--- Extracted records ---
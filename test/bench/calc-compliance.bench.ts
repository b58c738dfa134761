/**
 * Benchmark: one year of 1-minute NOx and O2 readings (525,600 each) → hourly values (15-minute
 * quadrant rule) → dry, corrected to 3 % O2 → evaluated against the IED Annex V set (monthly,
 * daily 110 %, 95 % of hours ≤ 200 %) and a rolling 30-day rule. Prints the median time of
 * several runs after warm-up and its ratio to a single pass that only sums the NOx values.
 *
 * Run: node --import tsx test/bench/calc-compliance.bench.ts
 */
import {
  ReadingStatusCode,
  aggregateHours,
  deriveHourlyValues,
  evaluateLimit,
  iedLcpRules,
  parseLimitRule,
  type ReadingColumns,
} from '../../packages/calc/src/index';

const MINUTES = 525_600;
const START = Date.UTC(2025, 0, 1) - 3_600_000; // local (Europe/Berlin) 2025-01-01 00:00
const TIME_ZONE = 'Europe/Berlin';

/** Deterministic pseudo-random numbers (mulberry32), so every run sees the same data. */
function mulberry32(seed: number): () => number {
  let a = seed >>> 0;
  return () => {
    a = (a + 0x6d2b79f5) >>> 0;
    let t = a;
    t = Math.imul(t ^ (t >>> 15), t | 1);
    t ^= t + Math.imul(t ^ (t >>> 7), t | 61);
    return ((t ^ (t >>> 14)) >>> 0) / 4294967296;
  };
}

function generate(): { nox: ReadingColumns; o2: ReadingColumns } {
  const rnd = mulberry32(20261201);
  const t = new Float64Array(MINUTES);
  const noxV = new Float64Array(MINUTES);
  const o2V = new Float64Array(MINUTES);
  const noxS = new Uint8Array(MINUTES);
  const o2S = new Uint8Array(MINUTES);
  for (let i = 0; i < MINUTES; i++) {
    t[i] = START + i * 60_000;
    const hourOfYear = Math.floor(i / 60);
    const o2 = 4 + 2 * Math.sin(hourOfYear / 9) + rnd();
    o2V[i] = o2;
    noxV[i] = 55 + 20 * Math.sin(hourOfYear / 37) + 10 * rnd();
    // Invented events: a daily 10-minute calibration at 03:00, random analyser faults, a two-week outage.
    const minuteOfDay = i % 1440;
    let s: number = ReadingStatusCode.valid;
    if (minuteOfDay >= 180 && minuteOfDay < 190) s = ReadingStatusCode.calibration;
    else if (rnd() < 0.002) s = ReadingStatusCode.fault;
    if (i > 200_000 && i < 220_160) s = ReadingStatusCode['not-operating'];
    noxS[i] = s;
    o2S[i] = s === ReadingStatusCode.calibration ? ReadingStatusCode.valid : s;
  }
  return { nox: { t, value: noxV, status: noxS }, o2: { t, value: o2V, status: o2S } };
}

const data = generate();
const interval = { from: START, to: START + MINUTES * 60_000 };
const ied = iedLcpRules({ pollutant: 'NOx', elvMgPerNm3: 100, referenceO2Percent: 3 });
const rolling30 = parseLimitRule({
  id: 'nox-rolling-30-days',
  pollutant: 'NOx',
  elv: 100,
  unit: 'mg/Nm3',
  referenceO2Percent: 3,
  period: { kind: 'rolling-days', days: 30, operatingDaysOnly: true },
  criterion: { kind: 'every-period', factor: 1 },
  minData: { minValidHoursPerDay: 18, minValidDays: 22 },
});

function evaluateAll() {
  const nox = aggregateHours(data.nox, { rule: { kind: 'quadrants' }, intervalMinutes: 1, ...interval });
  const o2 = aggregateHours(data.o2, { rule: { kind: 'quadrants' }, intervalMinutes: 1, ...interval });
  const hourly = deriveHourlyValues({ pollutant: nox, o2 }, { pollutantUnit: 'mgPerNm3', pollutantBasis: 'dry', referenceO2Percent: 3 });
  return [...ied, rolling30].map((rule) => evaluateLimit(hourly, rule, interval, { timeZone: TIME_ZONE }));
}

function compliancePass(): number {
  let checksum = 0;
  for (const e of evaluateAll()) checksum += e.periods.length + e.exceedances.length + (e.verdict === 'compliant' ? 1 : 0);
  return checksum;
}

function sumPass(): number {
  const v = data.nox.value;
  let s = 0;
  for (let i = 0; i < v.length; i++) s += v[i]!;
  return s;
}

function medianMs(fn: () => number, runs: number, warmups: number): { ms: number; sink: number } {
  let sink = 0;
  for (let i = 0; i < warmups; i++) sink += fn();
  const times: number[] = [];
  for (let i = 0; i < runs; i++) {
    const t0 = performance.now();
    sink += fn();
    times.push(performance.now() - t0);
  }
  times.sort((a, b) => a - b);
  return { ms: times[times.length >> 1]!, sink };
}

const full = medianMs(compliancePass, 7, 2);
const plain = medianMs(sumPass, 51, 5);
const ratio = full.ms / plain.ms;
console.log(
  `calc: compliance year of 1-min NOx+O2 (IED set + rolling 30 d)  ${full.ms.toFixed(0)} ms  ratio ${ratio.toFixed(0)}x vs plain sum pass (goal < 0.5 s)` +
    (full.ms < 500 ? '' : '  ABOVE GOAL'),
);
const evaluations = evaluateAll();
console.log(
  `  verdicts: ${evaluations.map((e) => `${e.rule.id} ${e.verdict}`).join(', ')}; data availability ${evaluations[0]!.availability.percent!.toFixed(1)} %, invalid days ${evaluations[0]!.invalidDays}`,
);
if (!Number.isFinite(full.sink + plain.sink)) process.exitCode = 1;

==

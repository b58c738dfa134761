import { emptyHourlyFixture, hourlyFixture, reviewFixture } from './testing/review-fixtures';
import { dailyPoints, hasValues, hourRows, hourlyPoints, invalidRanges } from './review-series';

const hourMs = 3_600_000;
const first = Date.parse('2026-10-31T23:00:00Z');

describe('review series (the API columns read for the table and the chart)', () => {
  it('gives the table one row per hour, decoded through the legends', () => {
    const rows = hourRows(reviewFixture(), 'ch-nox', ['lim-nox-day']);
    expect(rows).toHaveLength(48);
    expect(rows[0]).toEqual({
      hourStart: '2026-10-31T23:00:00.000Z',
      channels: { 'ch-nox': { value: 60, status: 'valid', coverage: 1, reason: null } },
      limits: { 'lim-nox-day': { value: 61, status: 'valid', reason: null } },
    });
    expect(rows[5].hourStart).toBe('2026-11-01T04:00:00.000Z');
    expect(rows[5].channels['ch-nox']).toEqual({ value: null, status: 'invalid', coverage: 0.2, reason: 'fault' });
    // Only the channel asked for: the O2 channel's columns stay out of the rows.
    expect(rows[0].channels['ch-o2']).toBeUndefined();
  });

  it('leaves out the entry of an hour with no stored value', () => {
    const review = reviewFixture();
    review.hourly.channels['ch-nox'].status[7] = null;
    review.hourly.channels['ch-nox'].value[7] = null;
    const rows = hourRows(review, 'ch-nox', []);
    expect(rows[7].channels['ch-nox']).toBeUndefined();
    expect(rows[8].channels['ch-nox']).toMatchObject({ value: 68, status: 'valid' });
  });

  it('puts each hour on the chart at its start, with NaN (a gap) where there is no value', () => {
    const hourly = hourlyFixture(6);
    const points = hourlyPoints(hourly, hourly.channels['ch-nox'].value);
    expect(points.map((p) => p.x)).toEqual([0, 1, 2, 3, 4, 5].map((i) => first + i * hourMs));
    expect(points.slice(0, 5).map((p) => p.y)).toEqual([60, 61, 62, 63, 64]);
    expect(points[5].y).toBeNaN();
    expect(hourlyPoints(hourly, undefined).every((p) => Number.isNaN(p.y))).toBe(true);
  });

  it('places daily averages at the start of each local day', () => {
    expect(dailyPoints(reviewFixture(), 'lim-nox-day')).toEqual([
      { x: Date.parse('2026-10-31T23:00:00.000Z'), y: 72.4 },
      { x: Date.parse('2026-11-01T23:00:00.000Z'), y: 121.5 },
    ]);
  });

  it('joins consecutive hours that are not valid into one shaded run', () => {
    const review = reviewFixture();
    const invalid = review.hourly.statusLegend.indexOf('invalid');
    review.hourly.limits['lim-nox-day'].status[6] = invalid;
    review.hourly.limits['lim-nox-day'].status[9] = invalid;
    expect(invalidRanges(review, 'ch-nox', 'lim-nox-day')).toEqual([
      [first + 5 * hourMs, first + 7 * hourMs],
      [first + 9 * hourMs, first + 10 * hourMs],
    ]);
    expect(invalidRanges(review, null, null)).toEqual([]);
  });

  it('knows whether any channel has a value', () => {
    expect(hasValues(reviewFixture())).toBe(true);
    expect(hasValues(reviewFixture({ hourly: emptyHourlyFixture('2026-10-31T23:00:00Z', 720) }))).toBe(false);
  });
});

--- Required work ---
Go through the listing above and copy each line that contains "intervalMinutes".

--- Task output ---
  const nox = aggregateHours(data.nox, { rule: { kind: 'quadrants' }, intervalMinutes: 1, ...interval });
  const o2 = aggregateHours(data.o2, { rule: { kind: 'quadrants' }, intervalMinutes: 1, ...interval });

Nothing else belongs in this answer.